Data entries
[Start of Attachment]

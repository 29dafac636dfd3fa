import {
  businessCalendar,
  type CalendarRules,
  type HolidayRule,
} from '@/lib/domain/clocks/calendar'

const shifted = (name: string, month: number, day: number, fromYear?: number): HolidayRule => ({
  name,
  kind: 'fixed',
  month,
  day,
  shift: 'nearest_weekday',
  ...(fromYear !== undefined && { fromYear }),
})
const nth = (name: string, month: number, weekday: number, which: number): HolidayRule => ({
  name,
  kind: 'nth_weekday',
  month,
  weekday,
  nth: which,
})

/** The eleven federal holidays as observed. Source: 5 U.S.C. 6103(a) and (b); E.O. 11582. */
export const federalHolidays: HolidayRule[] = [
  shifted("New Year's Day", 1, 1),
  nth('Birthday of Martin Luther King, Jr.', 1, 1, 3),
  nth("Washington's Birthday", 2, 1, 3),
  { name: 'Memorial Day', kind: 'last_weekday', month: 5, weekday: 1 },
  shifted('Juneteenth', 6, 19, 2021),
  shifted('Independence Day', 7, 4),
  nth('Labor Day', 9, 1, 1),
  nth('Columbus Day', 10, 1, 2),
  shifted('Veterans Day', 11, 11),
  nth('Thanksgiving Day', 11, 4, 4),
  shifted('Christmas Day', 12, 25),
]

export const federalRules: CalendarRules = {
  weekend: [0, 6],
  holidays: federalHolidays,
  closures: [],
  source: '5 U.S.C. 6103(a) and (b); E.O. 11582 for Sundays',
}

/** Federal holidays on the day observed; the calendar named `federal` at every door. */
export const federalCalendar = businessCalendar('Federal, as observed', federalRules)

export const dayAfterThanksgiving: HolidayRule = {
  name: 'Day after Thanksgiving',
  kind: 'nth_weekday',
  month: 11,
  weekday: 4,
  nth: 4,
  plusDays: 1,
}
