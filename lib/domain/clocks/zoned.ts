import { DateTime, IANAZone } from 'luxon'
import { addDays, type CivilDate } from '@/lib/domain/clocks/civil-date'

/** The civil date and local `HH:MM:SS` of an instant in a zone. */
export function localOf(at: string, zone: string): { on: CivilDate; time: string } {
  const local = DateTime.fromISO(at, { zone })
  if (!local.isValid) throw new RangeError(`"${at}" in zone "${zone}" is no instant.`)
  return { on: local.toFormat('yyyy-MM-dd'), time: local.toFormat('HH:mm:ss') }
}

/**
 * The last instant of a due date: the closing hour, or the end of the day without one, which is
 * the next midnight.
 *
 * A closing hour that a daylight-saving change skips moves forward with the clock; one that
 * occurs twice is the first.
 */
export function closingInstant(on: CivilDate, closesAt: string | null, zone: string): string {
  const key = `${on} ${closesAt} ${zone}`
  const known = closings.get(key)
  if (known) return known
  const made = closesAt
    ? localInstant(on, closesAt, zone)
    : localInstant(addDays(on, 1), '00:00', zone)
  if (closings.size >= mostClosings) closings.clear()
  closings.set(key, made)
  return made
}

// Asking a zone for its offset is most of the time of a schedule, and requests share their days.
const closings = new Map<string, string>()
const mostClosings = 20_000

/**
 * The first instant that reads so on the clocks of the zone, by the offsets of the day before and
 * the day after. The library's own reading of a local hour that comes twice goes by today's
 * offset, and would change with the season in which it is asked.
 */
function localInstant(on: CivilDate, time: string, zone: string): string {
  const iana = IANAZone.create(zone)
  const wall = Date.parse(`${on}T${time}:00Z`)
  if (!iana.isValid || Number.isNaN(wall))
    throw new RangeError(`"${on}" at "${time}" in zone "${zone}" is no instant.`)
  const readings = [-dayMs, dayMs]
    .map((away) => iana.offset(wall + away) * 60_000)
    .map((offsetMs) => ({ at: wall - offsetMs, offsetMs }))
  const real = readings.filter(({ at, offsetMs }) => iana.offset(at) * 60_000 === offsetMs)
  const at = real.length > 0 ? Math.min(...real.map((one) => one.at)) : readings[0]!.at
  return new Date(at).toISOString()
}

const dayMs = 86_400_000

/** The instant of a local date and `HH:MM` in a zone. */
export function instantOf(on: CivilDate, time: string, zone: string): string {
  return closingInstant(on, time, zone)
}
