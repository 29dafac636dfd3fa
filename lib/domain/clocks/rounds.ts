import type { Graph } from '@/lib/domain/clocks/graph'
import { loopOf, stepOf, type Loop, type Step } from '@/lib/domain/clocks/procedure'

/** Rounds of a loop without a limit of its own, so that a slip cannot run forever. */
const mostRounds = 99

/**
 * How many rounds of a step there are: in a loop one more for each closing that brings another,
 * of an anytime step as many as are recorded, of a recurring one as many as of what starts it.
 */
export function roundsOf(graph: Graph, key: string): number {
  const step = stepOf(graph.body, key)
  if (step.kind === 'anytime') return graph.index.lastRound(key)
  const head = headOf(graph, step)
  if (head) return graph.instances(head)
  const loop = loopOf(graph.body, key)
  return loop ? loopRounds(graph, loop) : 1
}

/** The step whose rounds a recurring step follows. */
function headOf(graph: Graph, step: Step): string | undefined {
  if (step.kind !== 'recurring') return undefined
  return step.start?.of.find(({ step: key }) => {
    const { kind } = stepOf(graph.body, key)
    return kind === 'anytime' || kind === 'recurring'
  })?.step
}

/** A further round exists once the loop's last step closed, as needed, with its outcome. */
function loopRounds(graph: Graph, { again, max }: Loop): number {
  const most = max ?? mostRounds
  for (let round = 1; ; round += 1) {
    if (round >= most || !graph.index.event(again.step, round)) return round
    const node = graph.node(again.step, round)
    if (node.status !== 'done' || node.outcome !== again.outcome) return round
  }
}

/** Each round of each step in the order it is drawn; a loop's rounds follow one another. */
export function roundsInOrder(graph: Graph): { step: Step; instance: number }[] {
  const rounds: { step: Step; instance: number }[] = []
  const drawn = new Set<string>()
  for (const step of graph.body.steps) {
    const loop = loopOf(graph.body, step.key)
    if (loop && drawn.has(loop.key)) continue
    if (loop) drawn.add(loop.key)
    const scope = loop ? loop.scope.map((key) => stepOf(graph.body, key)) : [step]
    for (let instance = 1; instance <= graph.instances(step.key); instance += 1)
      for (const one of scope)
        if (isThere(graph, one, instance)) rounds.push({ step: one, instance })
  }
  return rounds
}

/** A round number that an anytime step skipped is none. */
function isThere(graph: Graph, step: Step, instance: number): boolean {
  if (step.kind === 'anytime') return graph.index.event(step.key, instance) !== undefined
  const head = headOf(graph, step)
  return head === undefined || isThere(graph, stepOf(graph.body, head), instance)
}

[End of Attachment]

Work to be completed:
Quote the records from their first line to the line with "if (!local.isValid) throw", inclusive, without adding or dropping anything.

Result:
repository 29dafac636dfd3fa
import {
  businessCalendar,
  type CalendarRules,
  type HolidayRule,
} from '@/lib/domain/clocks/calendar'

const shifted = (name: string, month: number, day: number, fromYear?: number): HolidayRule => ({
  name,
  kind: 'fixed',
  month,
  day,
  shift: 'nearest_weekday',
  ...(fromYear !== undefined && { fromYear }),
})
const nth = (name: string, month: number, weekday: number, which: number): HolidayRule => ({
  name,
  kind: 'nth_weekday',
  month,
  weekday,
  nth: which,
})

/** The eleven federal holidays as observed. Source: 5 U.S.C. 6103(a) and (b); E.O. 11582. */
export const federalHolidays: HolidayRule[] = [
  shifted("New Year's Day", 1, 1),
  nth('Birthday of Martin Luther King, Jr.', 1, 1, 3),
  nth("Washington's Birthday", 2, 1, 3),
  { name: 'Memorial Day', kind: 'last_weekday', month: 5, weekday: 1 },
  shifted('Juneteenth', 6, 19, 2021),
  shifted('Independence Day', 7, 4),
  nth('Labor Day', 9, 1, 1),
  nth('Columbus Day', 10, 1, 2),
  shifted('Veterans Day', 11, 11),
  nth('Thanksgiving Day', 11, 4, 4),
  shifted('Christmas Day', 12, 25),
]

export const federalRules: CalendarRules = {
  weekend: [0, 6],
  holidays: federalHolidays,
  closures: [],
  source: '5 U.S.C. 6103(a) and (b); E.O. 11582 for Sundays',
}

/** Federal holidays on the day observed; the calendar named `federal` at every door. */
export const federalCalendar = businessCalendar('Federal, as observed', federalRules)

export const dayAfterThanksgiving: HolidayRule = {
  name: 'Day after Thanksgiving',
  kind: 'nth_weekday',
  month: 11,
  weekday: 4,
  nth: 4,
  plusDays: 1,
}
filename lib/domain/clocks/zoned.ts
import { DateTime, IANAZone } from 'luxon'
import { addDays, type CivilDate } from '@/lib/domain/clocks/civil-date'

/** The civil date and local `HH:MM:SS` of an instant in a zone. */
export function localOf(at: string, zone: string): { on: CivilDate; time: string } {
  const local = DateTime.fromISO(at, { zone })
  if (!local.isValid) throw new RangeError(`"${at}" in zone "${zone}" is no instant.`)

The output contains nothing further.